# Free patterns



## Trekkiebigtime (Oct 13, 2015)

This site has great free patterns. I think they have gathered from everywhere. A great one stop shop lol.

https://www.laughinghens.us/knitting-patterns
https://www.laughinghens.com/patterns/crochet-patterns


----------



## Ladyj960 (May 22, 2013)

Thank you for sharing


----------



## mamakaren (Aug 9, 2018)

The patterns I saw weren’t free. You can sort by price, but then crochet patterns are added into the knit site. I’ll stick with Ravelry.


----------



## mamakaren (Aug 9, 2018)

Thank you for providing the links.


----------



## dcgmom (Jul 3, 2019)

Thank you.


----------



## MissV2 (Jan 3, 2013)

Thank you!


----------



## Trekkiebigtime (Oct 13, 2015)

They were free when I first went in.


----------



## RosieCVD (Jul 26, 2016)

:sm02: Thank you.


----------



## bakrmom (May 30, 2011)

Thanks! Nice site. Sorting low to high all the free patterns show up first.


----------



## mylila (May 30, 2011)

Some are free, some aren't.
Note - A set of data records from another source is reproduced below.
"""Cepheids: the periodogram against astropy's, delta Cephei's period from 30 nights, its distance
against its HST parallax, honest intervals, the log's checks and the commands."""

from __future__ import annotations

import json

import numpy as np
import pytest
from tests.helpers import run_cli

from firstrung.methods.cepheids.periodogram import (
    false_alarm_probability,
    frequency_grid,
    lomb_scargle_power,
)
from firstrung.methods.cepheids.reduction import cepheid_distance, distance_from_mean_magnitude
from firstrung.methods.cepheids.rehearsal import (
    DELTA_CEP_RANGE_V,
    light_curve_mag,
)
from firstrung.methods.cepheids.relations import RELATIONS

DAY = 1.0
#: delta Cephei's period, 5.366 d (GCVS; from memory, as the issue allows).
PERIOD_D = 5.366
#: delta Cephei's trigonometric distance: 273 +/- 11 pc, HST FGS parallax 3.66 +/- 0.15 mas
#: (Benedict et al. 2002, AJ 124, 1695).
HST_DISTANCE_PC, HST_SIGMA_PC = 273.0, 11.0
#: Its mean V = 3.954 (intensity-mean light curve of the DDO Cepheid database, Fernie et al. 1995;
#: from memory) and A_V = 0.23 (E(B-V) = 0.075 with R_V = 3.1, as Benedict et al. 2002 adopt; from memory).
MEAN_V, A_V = 3.954, 0.23


def test_periodogram_and_false_alarm_match_astropy():
    """Reference: astropy's LombScargle (fit_mean, standard normalisation; Baluev's false-alarm probability)."""
    from astropy.timeseries import LombScargle

    rng = np.random.default_rng(5)
    t = np.sort(rng.uniform(0.0, 40.0, 35))
    dy = rng.uniform(0.015, 0.03, 35)
    y = 4.0 + 0.4 * np.sin(2 * np.pi * t / PERIOD_D) + rng.normal(0.0, dy)
    f = frequency_grid(t, 1.0, 40.0)
    ours = lomb_scargle_power(t, y, dy, f)
    ls = LombScargle(t, y, dy)
    assert np.max(np.abs(ours - ls.power(f, method="slow"))) < 1e-10
    for z in (0.2, 0.35, 0.6):
        theirs = ls.false_alarm_probability(z, method="baluev", minimum_frequency=f[0], maximum_frequency=f[-1],
                                            samples_per_peak=10)
        assert false_alarm_probability(z, f[-1], t, dy) == pytest.approx(float(theirs), rel=1e-9)
    # a scalar frequency, an array, and a bad input
    assert lomb_scargle_power(t, y, dy, np.array([1 / PERIOD_D]))[0] > 0.9
    with pytest.raises(Exception, match="at least 6 magnitudes"):
        cepheid_distance(t[:5], y[:5], dy[:5], RELATIONS["benedict2007-v"])


def _nights(seed: int, n: int = 30, sigma: float = 0.02):
    rng = np.random.default_rng(seed)
    t = 2461650.4 + np.arange(n) + rng.uniform(-0.1, 0.1, n)  # one magnitude a night, near midnight
    m = light_curve_mag(((t - 2436075.445) / PERIOD_D) % 1.0, MEAN_V, DELTA_CEP_RANGE_V)
    return t, m + rng.normal(0.0, sigma, n), np.full(n, sigma)


def test_delta_cephei_period_from_30_nights():
    """Synthetic delta Cephei (its period and V range 3.48-4.37, GCVS from memory), 30 nights: with 0.01 mag
    photometry (a camera on a 4th-magnitude star; common practice) the period comes out within 0.01 d of
    5.366 d in every one of 20 simulated campaigns; with 0.02 mag (sigma of the period about 0.005 d) in
    at least 18 of 20."""
    close = 0
    for seed in range(20):
        fit = cepheid_distance(*_nights(seed, sigma=0.01), RELATIONS["benedict2007-v"], extinction_mag=A_V)
        assert abs(fit.period_days.value - PERIOD_D) < 0.01 * DAY
        assert fit.false_alarm_probability < 1e-6
        assert fit.mean_magnitude.value == pytest.approx(MEAN_V, abs=0.02)
        rough = cepheid_distance(*_nights(seed, sigma=0.02), RELATIONS["benedict2007-v"])
        close += abs(rough.period_days.value - PERIOD_D) < 0.01 * DAY
    assert close >= 18


def test_delta_cephei_distance_within_its_hst_interval():
    """The distance from delta Cephei's published mean V and extinction through Benedict et al. (2007)'s
    V relation lies within the HST parallax's interval, 273 +/- 11 pc (Benedict et al. 2002)."""
    d = distance_from_mean_magnitude(MEAN_V, PERIOD_D, RELATIONS["benedict2007-v"], A_V)
    assert HST_DISTANCE_PC - HST_SIGMA_PC <= d <= HST_DISTANCE_PC + HST_SIGMA_PC
    fit = cepheid_distance(*_nights(3), RELATIONS["benedict2007-v"], extinction_mag=A_V, extinction_sigma_mag=0.03)
    q = fit.distance_pc
    assert q.low < HST_DISTANCE_PC < q.high  # and the campaign's own light curve says the same
    # the budget names the relation's scatter as what limits it
    assert fit.budget[0].source.startswith("relation's scatter")


def test_mean_magnitude_and_period_intervals_hold_the_truth():
    """Over 200 simulated 30-night campaigns the 68 % intervals of the mean magnitude and the period hold
    the truth 60-76 % of the time (the truth: the template's mean and delta Cephei's period)."""
    from firstrung.methods.cepheids.reduction import fit_light_curve

    grid = light_curve_mag(np.linspace(0.0, 1.0, 20001)[:-1], MEAN_V, DELTA_CEP_RANGE_V)
    true_mean = float(np.mean(grid))  # the Fourier constant of the template's curve
    hits_m = hits_p = 0
    for seed in range(200):
        t, m, s = _nights(1000 + seed)
        f, f_sigma, coef, cov, *_ = fit_light_curve(t, m, s)
        hits_m += abs(coef[0] - true_mean) <= np.sqrt(cov[0, 0])
        hits_p += abs(1 / f - PERIOD_D) <= f_sigma / f**2
    assert 0.60 <= hits_m / 200 <= 0.76
    assert 0.60 <= hits_p / 200 <= 0.76


CAMPAIGN = """
[campaign]
name = "Cepheid rehearsal"
[[site]]
id = "ridge"
latitude_deg = 46.2
longitude_deg = 7.4
timezone = "Europe/Zurich"
[[star]]
id = "dcep"
name = "delta Cephei"
ra_deg = 337.2929
dec_deg = 58.4152
extinction_mag = 0.23
extinction_sigma_mag = 0.03
period_days = 5.366
[logs]
light_curves = ["logs/light_curves.csv"]
"""


def test_plan_simulate_reduce(tmp_path, capsys, monkeypatch):
    c = tmp_path / "c.toml"
    c.write_text(CAMPAIGN)
    code, out, _ = run_cli(["plan", "cepheids", c, "--from", "2027-09-01", "--to", "2027-10-15", "--nights", "10",
                            "--json"], capsys, monkeypatch)
    assert code == 0
    star = json.loads(out)["stars"][0]
    assert star["chosen"] == 10 and star["largest_phase_gap"] < 0.2
    code, _, _ = run_cli(["simulate", "cepheids", c, "--from", "2027-09-01", "--to", "2027-09-30", "-o",
                          tmp_path / "logs", "--seed", "2"], capsys, monkeypatch)
    assert code == 0
    code, out, _ = run_cli(["reduce", "cepheids", c, "--json", "--figure", tmp_path / "lc.svg"], capsys, monkeypatch)
    assert code == 0
    s = json.loads(out)["stars"][0]
    assert set(s) >= {"id", "period_days", "mean_magnitude", "absolute_magnitude", "distance_pc", "relation"}
    assert s["relation"] == "benedict2007-v" and s["distance_pc"]["unit"] == "pc"
    assert abs(s["period_days"]["value"] - PERIOD_D) < 0.01
    assert s["distance_pc"]["low"] < HST_DISTANCE_PC < s["distance_pc"]["high"]
    assert "<svg" in (tmp_path / "lc.svg").read_text()
    code, out, _ = run_cli(["ladder", c, "--json", "--samples", "20000"], capsys, monkeypatch)
    rung = json.loads(out)["stars"][0]
    assert rung["method"] == "cepheid" and abs(rung["distance_pc"]["value"] - s["distance_pc"]["value"]) < 2.0
    assert {"step": "the period-luminosity calibration", "source": "published: on parallaxes of nearby Cepheids"} in rung["steps"]
    code, _, err = run_cli(["reduce", "cepheids", c, "--relation", "benedict2007-k"], capsys, monkeypatch)
    assert code == 2 and len(err.strip().splitlines()) == 1 and "band K" in err
    code, _, err = run_cli(["reduce", "cepheids", c, "--relation", "nosuch"], capsys, monkeypatch)
    assert code == 2 and "known: benedict2007-v" in err


def test_check_flags_band_alias_and_local_time(tmp_path, capsys, monkeypatch):
    c = tmp_path / "c.toml"
    c.write_text(CAMPAIGN)
    run_cli(["simulate", "cepheids", c, "--from", "2027-09-01", "--to", "2027-09-30", "-o", tmp_path / "logs",
             "--seed", "2"], capsys, monkeypatch)
    path = tmp_path / "logs" / "light_curves.csv"
    lines = path.read_text().splitlines()
    # a second observer whose magnitudes are in B though logged as V (B-V of delta Cephei about 0.66)
    extra = []
    for line in lines[1:9]:
        cells = line.split(",")
        cells[3] = f"{float(cells[3]) + 0.66:.3f}"
        cells[2] = cells[2].replace("T", "T").replace(":10:24Z", ":40:24Z")
        cells[6] = "school B"
        extra.append(",".join(cells))
    extra.append("ridge,dcep,2027-09-15T23:10:00Z,4.1,0.02,I,school C")      # another band
    extra.append("ridge,dcep,2027-09-16T12:30:00Z,4.1,0.02,V,school C")      # noon: local time as UTC? no, still day
    extra.append("ridge,dcep,2027-09-17T05:00:00Z,4.1,0.02,V,school C")      # 05:00 CEST typed as UTC: dawn
    path.write_text("\n".join(lines + extra) + "\n")
    code, out, _ = run_cli(["check", c, "--json"], capsys, monkeypatch)
    assert code == 1
    flags = json.loads(out)["flags"]
    band = [f for f in flags if f["code"] == "wrong-band"]
    assert {f["observer"] for f in band} == {"school B", "school C"}
    assert all(0.5 < f["offset_mag"] < 0.8 for f in band if f["observer"] == "school B")
    local = [f for f in flags if f["code"] == "local-time-as-utc"]
    assert [f["row"] for f in local] == [len(lines) + len(extra) - 1] and local[0]["hours"] == -2


def test_period_alias_is_flagged():
    """Magnitudes taken at one hour every night of a 1.23 d pulsator: its one-day alias (5.35 d) fits as well."""
    from firstrung.campaign_model import Campaign, Star
    from firstrung.methods.cepheids.check import _alias_flags
    from firstrung.methods.cepheids.log import LightCurveLog

    rng = np.random.default_rng(1)
    n = 30
    t_days = np.arange(n) + 0.001 * rng.normal(size=n)
    period = 1.0 / (1.0 - 1.0 / 5.35)
    m = 4.0 + 0.3 * np.cos(2 * np.pi * t_days / period) + rng.normal(0.0, 0.01, n)
    times = (np.datetime64("2027-09-01T22:00", "ms") + (t_days * 86_400_000).astype("timedelta64[ms]"))
    log = LightCurveLog(np.full(n, "lc.csv"), np.arange(1, n + 1), np.full(n, ""), times, np.full(n, "time_utc"),
                        np.full(n, "x"), m, np.full(n, 0.01), np.full(n, "V"), np.full(n, "", object), np.full(n, "", object))
    star = Campaign("c", stars=(Star("x", "x", 10.0, 10.0),)).stars[0]
    flags = _alias_flags(star, log, np.arange(n))
    assert flags and flags[0].code == "period-alias"
    periods = sorted([flags[0].fields["period_days"], flags[0].fields["alias_period_days"]])
    assert periods[0] == pytest.approx(period, abs=0.01) and periods[1] == pytest.approx(5.35, abs=0.1)


def test_the_check_and_the_reduction_fit_one_light_curve_once(tmp_path, capsys, monkeypatch):
    """The reduction leaves out the check's flagged rows and fits the rest: with none flagged, the
    check's fit of the main band's magnitudes is the reduction's, made once (and equal to a fresh fit)."""
    import firstrung.methods.cepheids.reduction as reduction
    from firstrung.methods.cepheids.log import julian_date_utc
    from firstrung.methods.cepheids.run import run_cepheids

    c = tmp_path / "c.toml"
    c.write_text(CAMPAIGN)
    assert run_cli(["simulate", "cepheids", c, "--from", "2027-09-01", "--to", "2027-09-30", "-o", tmp_path / "logs",
                    "--seed", "3"], capsys, monkeypatch)[0] == 0
    sizes = []
    fit = reduction._fit_light_curve

    def counted(t, *rest):
        sizes.append(t.size)
        return fit(t, *rest)

    monkeypatch.setattr(reduction, "_RECENT_FITS", {})
    monkeypatch.setattr(reduction, "_fit_light_curve", counted)
    run = run_cepheids(c)
    (star,) = run.stars
    assert run.rows_left_out_flagged == 0 and sizes.count(star.rows.size) == 1
    rows = star.rows
    fresh = fit(julian_date_utc(run.log.time_utc[rows]), run.log.magnitude[rows].astype(float),
                run.log.magnitude_sigma[rows].astype(float), reduction.MIN_PERIOD_D, reduction.MAX_PERIOD_D,
                reduction.DEFAULT_HARMONICS)
    assert 1.0 / fresh[0] == pytest.approx(star.fit.period_days.value, rel=1e-9)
No biggy. Peruse or don't.


----------



## Roses and cats (Apr 17, 2013)

Thank you.


----------



## gillian lorraine (Aug 18, 2011)

mamakaren said:


> The patterns I saw weren't free. You can sort by price, but then crochet patterns are added into the knit site. I'll stick with Ravelry.


There are 12 patterns per page, I scrolled to page 24. Every pattern was free (I didn't go further....no time) some of the patterns are real beauties.
There is a drop down menu which allows you to choose 'lowest to highest price'.


----------



## gillian lorraine (Aug 18, 2011)

Trekkiebigtime said:


> This site has great free patterns. I think they have gathered from everywhere. A great one stop shop lol.
> 
> https://www.laughinghens.us/knitting-patterns
> https://www.laughinghens.com/patterns/crochet-patterns


Thank you, some lovely patterns. I expected the free ones to be scarves, mittens and hats but Wow! the free patterns are beautiful.


----------



## peanutpatty (Oct 14, 2012)

I signed up for their newsletter. I doubt if I will buy any patterns (have more than I'll use already) but lots are free.


----------



## MrsB (Jun 3, 2011)

Most of the free patterns are for socks, mittens, hats. The one sweater pattern I liked says free and then when you click into the pattern it says $3.50. Confusing and will a download of a "free" pattern actually charge you?


----------



## gillian lorraine (Aug 18, 2011)

MrsB said:


> Most of the free patterns are for socks, mittens, hats. The one sweater pattern I liked says free and then when you click into the pattern it says $3.50. Confusing and will a download of a "free" pattern actually charge you?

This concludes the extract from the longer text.